I changed my debit card to my new one and as soon as I did the red letters "account needs attention" came up and when I clicked on it, nothing happens. I cant delete it or edit it. I've called Uber support and they told me its a known issue and that they are working on it. Been working on it for 2 days and still haven't fixed it? Sounds fishy!!!! Is anyone else experiencing the same issue with their debit card they get instant pay on????


----------



## Uber's Guber (Oct 22, 2017)

samman229 said:


> Been working on it for 2 days and still haven't fixed it? Sounds fishy!!!! Is anyone else experiencing the same issue with th


Of course it sounds fishy…
you can bet they haven’t even begun to work on it.


----------



## W00dbutcher (Jan 14, 2019)

Don't use the app try the website. Partners.uber.com


----------



## ObeyTheNumbers (8 mo ago)

It takes time to update banking info to prevent fraud.

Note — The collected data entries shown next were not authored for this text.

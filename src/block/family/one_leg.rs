//! States of one leg.

use super::{Family, Legs};
use crate::block::gaussian::gaussian;
use crate::block::{Block, BlockError, Entries, IsometryTable, PrimePart, Request, Stabilizer};
use crate::field::factorise;
use crate::tensor::Dense;
use ndarray::ArrayD;
use num_complex::Complex64;
use rand::SeedableRng;
use rand_chacha::ChaCha8Rng;

pub(super) const BASIS: Family = Family {
    name: "basis",
    legs: Legs::Exactly(1),
    dimensions: "every D",
    construction: "1 at one level (option level, default 0)",
    source: "definition",
    stabilizer: "over GF(p) for each prime p of D",
    isometric: "none but the empty set",
    options: &["level"],
    make: basis,
};

pub(super) const PLUS: Family = Family {
    name: "plus",
    legs: Legs::Exactly(1),
    dimensions: "every D",
    construction: "1/sqrt(D) at every level",
    source: "definition",
    stabilizer: "over GF(p) for each prime p of D",
    isometric: "none but the empty set",
    options: &[],
    make: plus,
};

pub(super) const RANDOM: Family = Family {
    name: "random-state",
    legs: Legs::Exactly(1),
    dimensions: "every D",
    construction: "complex Gaussian entries from the seed, normalised",
    source: "definition",
    stabilizer: "no",
    isometric: "none but the empty set",
    options: &[],
    make: random,
};

fn basis(request: &Request) -> Result<Block, BlockError> {
    let d = request.dims[0];
    let level = request.count("level", 0, d - 1)?;
    let mut parts = Vec::new();
    let mut unit = d;
    for (p, m) in factorise(d as u64) {
        let (p, m) = (p as u32, m as usize);
        let size = (p as usize).pow(m as u32);
        unit /= size;
        let mut value = level / unit % size;
        let mut generators = Vec::new();
        let mut phases = Vec::new();
        for digit in 0..m {
            let mut row = vec![0; 2 * m];
            row[m + digit] = 1;
            generators.push(row);
            let v = (value % p as usize) as u32;
            value /= p as usize;
            phases.push(if p == 2 { 2 * v } else { (p - v) % p });
        }
        parts.push(PrimePart { prime: p, digits: vec![m as u32], generators, phases });
    }
    Stabilizer::new(parts).into_block(&request.family, request.dims.clone(), 1)
}

fn plus(request: &Request) -> Result<Block, BlockError> {
    let mut parts = Vec::new();
    for (p, m) in factorise(request.dims[0] as u64) {
        let m = m as usize;
        let words: Vec<Vec<u32>> =
            (0..m).map(|i| (0..m).map(|j| u32::from(i == j)).collect()).collect();
        parts.push(PrimePart::from_code(p as u32, vec![m as u32], &words));
    }
    Stabilizer::new(parts).into_block(&request.family, request.dims.clone(), 1)
}

fn random(request: &Request) -> Result<Block, BlockError> {
    let d = request.dims[0];
    let mut rng = ChaCha8Rng::seed_from_u64(request.seed);
    let mut state = gaussian(&mut rng, d);
    let norm = state.iter().map(Complex64::norm_sqr).sum::<f64>().sqrt();
    state.iter_mut().for_each(|v| *v /= norm);
    let array = ArrayD::from_shape_vec(vec![d], state).expect("one entry a level");
    let entries = Entries::Dense(Dense::Complex(array));
    Ok(Block::ready(&request.family, IsometryTable::perfect(1), None, entries))
}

Don't worry, you earnings are safe, with me. 😄


----------



## Mad_Jack_Flint (Nov 19, 2020)

samman229 said:


> I changed my debit card to my new one and as soon as I did the red letters "account needs attention" came up and when I clicked on it, nothing happens. I cant delete it or edit it. I've called Uber support and they told me its a known issue and that they are working on it. Been working on it for 2 days and still haven't fixed it? Sounds fishy!!!! Is anyone else experiencing the same issue with their debit card they get instant pay on????

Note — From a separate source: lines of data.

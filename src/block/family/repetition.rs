//! Tensors that hold legs equal: Bell pair, copy, identity.

use super::{Family, Legs};
use crate::block::{Block, BlockError, PrimePart, Request, Stabilizer};
use crate::field::factorise;

pub(super) const BELL: Family = Family {
    name: "bell",
    legs: Legs::Exactly(2),
    dimensions: "every D",
    construction: "1 where both legs agree",
    source: "the maximally entangled pair",
    stabilizer: "over GF(p) for each prime p of D",
    isometric: "all",
    options: &[],
    make: copy,
};

pub(super) const COPY: Family = Family {
    name: "copy",
    legs: Legs::AtLeast(2),
    dimensions: "every D",
    construction: "1 where all legs agree",
    source: "the state of Greenberger, Horne and Zeilinger, unnormalised",
    stabilizer: "over GF(p) for each prime p of D",
    isometric: "any one leg",
    options: &[],
    make: copy,
};

pub(super) const IDENTITY: Family = Family {
    name: "identity",
    legs: Legs::Even,
    dimensions: "any, leg i and leg n/2 + i alike",
    construction: "1 where leg i agrees with leg n/2 + i for every i",
    source: "the identity map from the first half of the legs to the second",
    stabilizer: "over GF(p) for each prime p of the dimensions",
    isometric: "sets that hold at most one leg of every pair",
    options: &[],
    make: identity,
};

fn copy(request: &Request) -> Result<Block, BlockError> {
    let d = request.one_dimension()?;
    let n = request.dims.len();
    build(request, |leg| leg == 0, |_| 0, d as u128, n)
}

fn identity(request: &Request) -> Result<Block, BlockError> {
    let half = request.dims.len() / 2;
    if request.dims[..half] != request.dims[half..] {
        return Err(BlockError::WrongDimensions {
            family: request.family.clone(),
            expected: "the same dimensions in both halves".to_owned(),
            dims: request.dims.clone(),
        });
    }
    let norm = request.dims[..half].iter().map(|&d| d as u128).product();
    build(request, |leg| leg < half, |leg| leg % half, norm, request.dims.len())
}

/// The code in which leg l repeats leg `head(l)`, where `is_head` says which legs lead.
fn build(
    request: &Request,
    is_head: impl Fn(usize) -> bool,
    head: impl Fn(usize) -> usize,
    norm_squared: u128,
    legs: usize,
) -> Result<Block, BlockError> {
    let dims = request.dims.clone();
    let mut primes: Vec<u64> =
        dims.iter().flat_map(|&d| factorise(d as u64)).map(|(p, _)| p).collect();
    primes.sort_unstable();
    primes.dedup();
    let mut parts = Vec::new();
    for p in primes {
        let digits: Vec<u32> = dims
            .iter()
            .map(|&d| factorise(d as u64).iter().find(|f| f.0 == p).map_or(0, |f| f.1))
            .collect();
        let starts: Vec<usize> = digits
            .iter()
            .scan(0, |at, &d| {
                let here = *at;
                *at += d as usize;
                Some(here)
            })
            .collect();
        let width = digits.iter().map(|&d| d as usize).sum();
        let mut words = Vec::new();
        for leg in (0..legs).filter(|&l| is_head(l)) {
            for digit in 0..digits[leg] as usize {
                let mut word = vec![0; width];
                for l in (0..legs).filter(|&l| head(l) == leg) {
                    word[starts[l] + digit] = 1;
                }
                words.push(word);
            }
        }
        parts.push(PrimePart::from_code(p as u32, digits, &words));
    }
    Stabilizer::new(parts).into_block(&request.family, dims, norm_squared)
}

Yeah, you need to tell them you need to speak with someone in accounts and most of the time they will transfer you.

It might take a few calls but can be done and accounts can fix the issue.

The system flagged you, so it has disabled your instant pay.


----------



## Ddcore (4 mo ago)

samman229 said:


> I changed my debit card to my new one and as soon as I did the red letters "account needs attention" came up and when I clicked on it, nothing happens. I cant delete it or edit it. I've called Uber support and they told me its a known issue and that they are working on it. Been working on it for 2 days and still haven't fixed it? Sounds fishy!!!! Is anyone else experiencing the same issue with their debit card they get instant pay on????


Me too its been 2 weeks now …. They not fixing this apparently


----------



## samman229 (4 mo ago)

W00dbutcher said:


> Don't use the app try the website. Partners.uber.com


Thank you! That website almost worked! It listed all my payout cards but non of them were any good still and it still wouldn't let me add a payout method, even though the option is there to


----------



## samman229 (4 mo ago)

Mad_Jack_Flint said:


> Yeah, you need to tell them you need to speak with someone in accounts and most of the time they will transfer you.
> 
> It might take a few calls but can be done and accounts can fix the issue.
> 
> The system flagged you, so it has disabled your instant pay.


They tell me the card i entered doesn't except instant pay and to get a hold of the card issuer. I called the issuer and they didn't see an issue. Ill try calling again and asking for the accounts department specifically!


----------



## 13thxiuhcuatl (3 mo ago)

Any updates? I'm having the same issue.


----------